package main

import (
	"context"
	"errors"
	"fmt"
	"io"
	"os"

	"github.com/spf13/cobra"

	"railproof/checks"
	"railproof/checks/study"
	"railproof/report"
)

// spreadOptions is what `railproof spread` is asked to do.
type spreadOptions struct {
	sourceFlags
	outputFlags
	trials       int
	seed, first  uint64
	distribution string
	stresses     []string
	merge        bool
}

// mostTrials is how many trials one run takes: their values are all kept.
const mostTrials = 1_000_000

func newSpread(s *streams) *cobra.Command {
	var o spreadOptions
	c := &cobra.Command{
		Use:   "spread FILE | spread --merge PART.json...",
		Short: "Draw line, loads and tolerances at random, and hold the stresses against their worst case",
		Long: `spread solves the steady state of a netlist many times, with the line, the loads, the ambient and every tolerance
drawn at random within the ends that the worst case takes, and shows how each stress is distributed below its
worst-case bound. Switch-on, line off and shorted outputs are in the bounds, but no trial has them.

A trial depends on the seed and its own number alone. So a study can be cut into pieces, for several machines or
one after the other, and put together again; the whole is, byte for byte, what one run over all trials writes.

Text shows the stresses of the headline checks, or those that --stress names; JSON and CSV hold all.

Exit status: 0 no trial lies beyond a worst-case bound; 1 a trial does, of any stress: then that bound is not
proven; 2 a file could not be read or the usage is wrong; 3 none does, but a stress that was asked for has no
proven bound or a trial without a value, or a part of the circuit is unsolved.`,
		Example: `  railproof spread a.cir --first 1 --trials 5000 --format json=1.json
  railproof spread a.cir --first 5001 --trials 5000 --format json=2.json
  railproof spread --merge 1.json 2.json`,
		Args: cobra.MinimumNArgs(1),
		ValidArgsFunction: func(c *cobra.Command, args []string, typed string) ([]string, cobra.ShellCompDirective) {
			switch {
			case o.merge:
				return completeFiles(".json")(c, args, typed)
			case len(args) > 0:
				return nil, cobra.ShellCompDirectiveNoFileComp
			}
			return completeFiles(netlistEndings...)(c, args, typed)
		},
		RunE: func(c *cobra.Command, args []string) error {
			if o.merge {
				return runMerge(c, s, &o, args)
			}
			if len(args) > 1 {
				return fmt.Errorf("%d files; expected one netlist, or --merge", len(args))
			}
			return runSpread(c.Context(), s, &o, args[0])
		},
	}
	o.sourceFlags.add(c)
	o.outputFlags.add(c, report.SpreadFormats())
	c.Flags().IntVarP(&o.trials, "trials", "n", 1000, "how many trials to solve")
	c.Flags().Uint64Var(&o.seed, "seed", 1, "the seed of the random numbers")
	c.Flags().Uint64Var(&o.first, "first", 1, "the `NUMBER` of the first trial")
	c.Flags().StringVar(&o.distribution, "distribution", string(study.Uniform), "of the tolerances: uniform, or normal with the ends at 3 sigma and cut off there; line, loads and ambient stay uniform")
	c.Flags().StringArrayVar(&o.stresses, "stress", nil, "a stress to show, `ELEMENT=QUANTITY`, repeatable")
	c.Flags().BoolVar(&o.merge, "merge", false, "join JSON spreads of separate trials of one study")
	completeWords(c, "distribution", string(study.Uniform), string(study.Normal))
	return c
}

func (o *spreadOptions) sampling() (study.SpreadOptions, error) {
	d := study.Distribution(o.distribution)
	switch {
	case o.trials < 1 || o.trials > mostTrials:
		return study.SpreadOptions{}, fmt.Errorf("--trials %d; expected 1 to %d, more in pieces (--first)", o.trials, mostTrials)
	case o.seed > report.LargestTrial:
		return study.SpreadOptions{}, fmt.Errorf("--seed %d; expected at most %d", o.seed, uint64(report.LargestTrial))
	case o.first < 1 || o.first > report.LargestTrial-mostTrials:
		return study.SpreadOptions{}, fmt.Errorf("--first %d; expected 1 to %d", o.first, uint64(report.LargestTrial-mostTrials))
	case d != study.Uniform && d != study.Normal:
		return study.SpreadOptions{}, fmt.Errorf("--distribution %q; expected %s or %s", o.distribution, study.Uniform, study.Normal)
	}
	return study.SpreadOptions{Seed: o.seed, First: o.first, Trials: o.trials, Distribution: d}, nil
}

func runSpread(ctx context.Context, s *streams, o *spreadOptions, file string) error {
	targets, err := o.targets(report.SpreadFormats())
	if err != nil {
		return err
	}
	trials, err := o.sampling()
	if err != nil {
		return err
	}
	if err := errors.Join(o.validate(1), spare(named(targets), o.reads(file))); err != nil {
		return err
	}
	var chosen []int
	var bar *progress
	trials.Begin = func(sampled *study.Spread) error {
		if err := o.spare(targets); err != nil {
			return err
		}
		var err error
		if chosen, err = report.SelectStresses(sampled, o.stresses); err == nil {
			bar = newProgress(s, o.trials, "trials")
		}
		return err
	}
	trials.Done = func() { bar.step() }
	result, diagnostics, err := checks.Spread(ctx, o.options(file), trials)
	if bar != nil {
		bar.end()
	}
	switch {
	case ctx.Err() != nil:
		return errors.New("interrupted")
	case err != nil:
		return err
	case len(diagnostics) > 0:
		return s.refuse(diagnostics)
	}
	spread := report.NewSpread(result, version)
	spread.Selected = chosen
	return deliverSpread(s, targets, spread)
}

// runOnly are the flags of a run that --merge cannot change.
var runOnly = []string{"trials", "seed", "first", "distribution", "duty", "no-shared", "policy", "parts", "include", "jobs"}

func runMerge(c *cobra.Command, s *streams, o *spreadOptions, files []string) error {
	for _, name := range runOnly {
		if c.Flags().Changed(name) {
			return fmt.Errorf("--%s is for a run; with --merge everything stands in the files", name)
		}
	}
	targets, err := o.targets(report.SpreadFormats())
	if err != nil {
		return err
	}
	if err := spare(named(targets), files); err != nil {
		return err
	}
	var list []*report.Spread
	for _, file := range files {
		text, err := os.ReadFile(file)
		if err != nil {
			return err
		}
		part, err := report.ReadSpread(file, text)
		if err != nil {
			return err
		}
		list = append(list, part)
	}
	whole, err := report.MergeSpreads(files, list)
	if err != nil {
		return err
	}
	if whole.Selected, err = report.SelectStresses(whole.Study, o.stresses); err != nil {
		return err
	}
	return deliverSpread(s, targets, whole)
}

func deliverSpread(s *streams, targets []target, spread *report.Spread) error {
	err := deliver(s, targets, func(w io.Writer, format string, style report.Style) error { return spread.Write(w, format, style) })
	if err != nil {
		return err
	}
	if exit := spread.Exit(); exit != report.ExitPassed {
		return exitStatus(exit)
	}
	return nil
}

===

• **Problem description**: Beginning at the line with "func (o *spreadOptions)" and stopping after the line with "var err error", please write out every line of the data above exactly and nothing else.

• **Problem solution**:
func (o *spreadOptions) sampling() (study.SpreadOptions, error) {
	d := study.Distribution(o.distribution)
	switch {
	case o.trials < 1 || o.trials > mostTrials:
		return study.SpreadOptions{}, fmt.Errorf("--trials %d; expected 1 to %d, more in pieces (--first)", o.trials, mostTrials)
	case o.seed > report.LargestTrial:
		return study.SpreadOptions{}, fmt.Errorf("--seed %d; expected at most %d", o.seed, uint64(report.LargestTrial))
	case o.first < 1 || o.first > report.LargestTrial-mostTrials:
		return study.SpreadOptions{}, fmt.Errorf("--first %d; expected 1 to %d", o.first, uint64(report.LargestTrial-mostTrials))
	case d != study.Uniform && d != study.Normal:
		return study.SpreadOptions{}, fmt.Errorf("--distribution %q; expected %s or %s", o.distribution, study.Uniform, study.Normal)
	}
	return study.SpreadOptions{Seed: o.seed, First: o.first, Trials: o.trials, Distribution: d}, nil
}

func runSpread(ctx context.Context, s *streams, o *spreadOptions, file string) error {
	targets, err := o.targets(report.SpreadFormats())
	if err != nil {
		return err
	}
	trials, err := o.sampling()
	if err != nil {
		return err
	}
	if err := errors.Join(o.validate(1), spare(named(targets), o.reads(file))); err != nil {
		return err
	}
	var chosen []int
	var bar *progress
	trials.Begin = func(sampled *study.Spread) error {
		if err := o.spare(targets); err != nil {
			return err
		}
		var err error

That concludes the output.